Усталость – сестра бессилья.
Люди не любят, а судят.
Прокуренной впалой грудью
Выкашливать свои крылья.
Тащиться на Три Вокзала,
Расталкивая прохожих.
И, тщетно считая шпалы,
Шептать: «Прости меня, Боже.
Прости, что себя забыла
И не поверила в чудо.
Как в детстве, зашёптывать милость:
– Прости, я больше не буду…»
II.
Ангел-хранитель принёс воркутинских снегов.
Бес-искуситель сегодня вернулся в столицу.
Отче, прости, что я был только «маленьким принцем».
Просто уйти на тот свет я теперь не готов.
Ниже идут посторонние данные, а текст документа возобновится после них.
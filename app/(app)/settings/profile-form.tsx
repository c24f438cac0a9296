"use client";

import { useActionState } from "react";
import { Field } from "@/components/ui/field";
import { FormMessage } from "@/components/ui/form-message";
import { SelectField } from "@/components/ui/select-field";
import { SubmitButton } from "@/components/ui/submit-button";
import { idle } from "@/lib/actions/form-state";
import { updateProfileAction } from "./actions";

export function ProfileForm({ user }: { user: { name: string; units: string; alertEmails: boolean } }) {
  const [state, action] = useActionState(updateProfileAction, idle);
  return (
    <form action={action} className="grid gap-4 sm:grid-cols-2" noValidate>
      <Field name="name" label="Name" defaultValue={user.name} errors={state.errors?.name} required />
      <SelectField
        name="units"
        label="Units"
        defaultValue={user.units}
        options={[
          { value: "metric", label: "Metric (m, km/h)" },
          { value: "imperial", label: "Imperial (ft, mph)" },
        ]}
      />
      <label className="flex min-h-11 items-center gap-3 sm:col-span-2">
        <input type="checkbox" name="alertEmails" defaultChecked={user.alertEmails} className="h-5 w-5 accent-tide-700" />
        <span>E-mail me when a run of my crews gets the verdict “act”</span>
      </label>
      <div className="sm:col-span-2">
        <FormMessage state={state} />
        <SubmitButton pendingLabel="Saving…">Save</SubmitButton>
      </div>
    </form>
  );
}
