// Production builds that skip a workspace whose inputs haven't changed since its last build.
import { createHash } from 'node:crypto';
import fs from 'node:fs';
import path from 'node:path';
import { must } from './proc.mjs';

const ORDER = [
  {
    name: 'shared',
    inputs: ['src', 'package.json', 'tsconfig.json', 'tsconfig.build.json'],
    out: 'dist',
  },
  {
    name: 'server',
    inputs: ['src', 'package.json', 'tsconfig.json', 'tsconfig.build.json'],
    out: 'dist',
    after: ['shared'],
  },
  {
    name: 'sdk',
    inputs: ['src', 'package.json', 'tsconfig.json', 'tsconfig.build.json'],
    out: 'dist',
  },
  {
    name: 'console',
    inputs: ['src', 'index.html', 'public', 'package.json', 'tsconfig.json', 'vite.config.ts'],
    out: 'dist',
    after: ['shared', 'sdk'],
  },
];

function walk(dir, acc) {
  if (!fs.existsSync(dir)) return;
  const st = fs.statSync(dir);
  if (st.isFile()) {
    acc.push(`${dir}:${st.size}:${st.mtimeMs}`);
    return;
  }
  for (const e of fs.readdirSync(dir).sort()) {
    if (e === 'node_modules' || e === 'dist') continue;
    walk(path.join(dir, e), acc);
  }
}

function fingerprint(root, ws, upstream) {
  const acc = [];
  for (const i of ws.inputs) walk(path.join(root, ws.name, i), acc);
  acc.push(...upstream);
  return createHash('sha256').update(acc.join('\n')).digest('hex');
}

/** Builds every workspace that changed; returns the names built. */
export async function buildAll(root, { force = false, log = console.log } = {}) {
  const stampFile = path.join(root, '.data', 'build-stamps.json');
  const stamps = fs.existsSync(stampFile) ? JSON.parse(fs.readFileSync(stampFile, 'utf8')) : {};
  const prints = {};
  const built = [];
  for (const ws of ORDER) {
    if (!fs.existsSync(path.join(root, ws.name, 'package.json'))) continue;
    const fp = fingerprint(
      root,
      ws,
      (ws.after ?? []).map((a) => prints[a] ?? ''),
    );
    prints[ws.name] = fp;
    const hasOut = fs.existsSync(path.join(root, ws.name, ws.out));
    if (!force && hasOut && stamps[ws.name] === fp) continue;
    log(`Building ${ws.name}…`);
    await must('npm', ['run', 'build', '-w', `@lumenwright/${ws.name}`, '--silent'], { cwd: root });
    stamps[ws.name] = fp;
    built.push(ws.name);
    fs.mkdirSync(path.dirname(stampFile), { recursive: true });
    fs.writeFileSync(stampFile, JSON.stringify(stamps, null, 2));
  }
  return built;
}
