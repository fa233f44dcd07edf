// A local fake SMTP server with a web inbox (maildev), for `npm start` and the tests.
// Node built-ins only; binds 127.0.0.1 for both SMTP and the web UI. REST API: <webUrl>/api/email.
//
//   const mail = await start({ smtpPort: 0, webPort: 0 });   // 0 = pick free ports
//   mail.smtpUrl  -> smtp://127.0.0.1:<port>   (give it to the server as SMTP_URL)
//   mail.webUrl   -> http://127.0.0.1:<port>   (the inbox; messages at /api/email)
//   await mail.stop();
import { spawn } from 'node:child_process';
import fs from 'node:fs';
import path from 'node:path';
import { fileURLToPath } from 'node:url';
import { freePort, waitForHttp } from './proc.mjs';

const here = path.dirname(fileURLToPath(import.meta.url));
const root = path.resolve(here, '../..');

/** Finds maildev's entry script (its `bin` lives under dist/ in v3). */
function maildevBin() {
  const pkgDir = path.join(root, 'node_modules/maildev');
  const pkg = JSON.parse(fs.readFileSync(path.join(pkgDir, 'package.json'), 'utf8'));
  const rel = typeof pkg.bin === 'string' ? pkg.bin : pkg.bin.maildev;
  return path.join(pkgDir, rel);
}

/**
 * Starts maildev as a child process (its PID is kept; stop() ends only that process).
 * @param {{ smtpPort?: number, webPort?: number, dir?: string, log?: (line: string) => void, timeoutMs?: number }} [opts]
 *   dir: when given, messages persist there (--mail-directory) and output goes to dir/maildev.log.
 */
export async function start(opts = {}) {
  const smtpPort = opts.smtpPort || (await freePort());
  const webPort = opts.webPort || (await freePort());
  const args = [
    maildevBin(),
    '--ip',
    '127.0.0.1',
    '--web-ip',
    '127.0.0.1',
    '--smtp',
    String(smtpPort),
    '--web',
    String(webPort),
    '--silent',
  ];
  if (opts.dir) {
    fs.mkdirSync(path.join(opts.dir, 'mail'), { recursive: true });
    args.push('--mail-directory', path.join(opts.dir, 'mail'));
  }
  const out = opts.dir ? fs.openSync(path.join(opts.dir, 'maildev.log'), 'a') : 'ignore';
  const child = spawn(process.execPath, args, { stdio: ['ignore', out, out], cwd: root });
  if (typeof out === 'number') fs.closeSync(out);
  const webUrl = `http://127.0.0.1:${webPort}`;
  try {
    await waitForHttp(`${webUrl}/api/email`, opts.timeoutMs ?? 60000, child);
  } catch (e) {
    if (child.exitCode === null) child.kill('SIGTERM');
    throw e;
  }
  opts.log?.(`fake SMTP on 127.0.0.1:${smtpPort}; inbox at ${webUrl}/`);
  const pid = child.pid;
  return {
    pid,
    smtpPort,
    webPort,
    smtpUrl: `smtp://127.0.0.1:${smtpPort}`,
    webUrl,
    apiUrl: `${webUrl}/api`,
    /** Every message in the inbox (maildev's JSON). */
    async messages() {
      const res = await fetch(`${webUrl}/api/email`);
      return res.json();
    },
    async clear() {
      await fetch(`${webUrl}/api/email/all`, { method: 'DELETE' });
    },
    /** Ends the maildev process started here (by its PID), waiting for it to exit. */
    stop() {
      return new Promise((resolve) => {
        if (child.exitCode !== null || child.signalCode !== null) return resolve();
        const timer = setTimeout(() => child.kill('SIGKILL'), 3000);
        child.once('exit', () => {
          clearTimeout(timer);
          resolve();
        });
        child.kill('SIGTERM');
      });
    },
  };
}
Да, красотой не сумел я начспаса спасти.
Вызволил душу живую из волчьего плена.
Не отмолил половины потерь и пути,
Был человеком: боялся измены и тлена.
Страха лишился и зелье хмельное отверг.
Бабьей хулы пригубив, был нелеп и отчаян.
Отче, но я человек, я живой человек!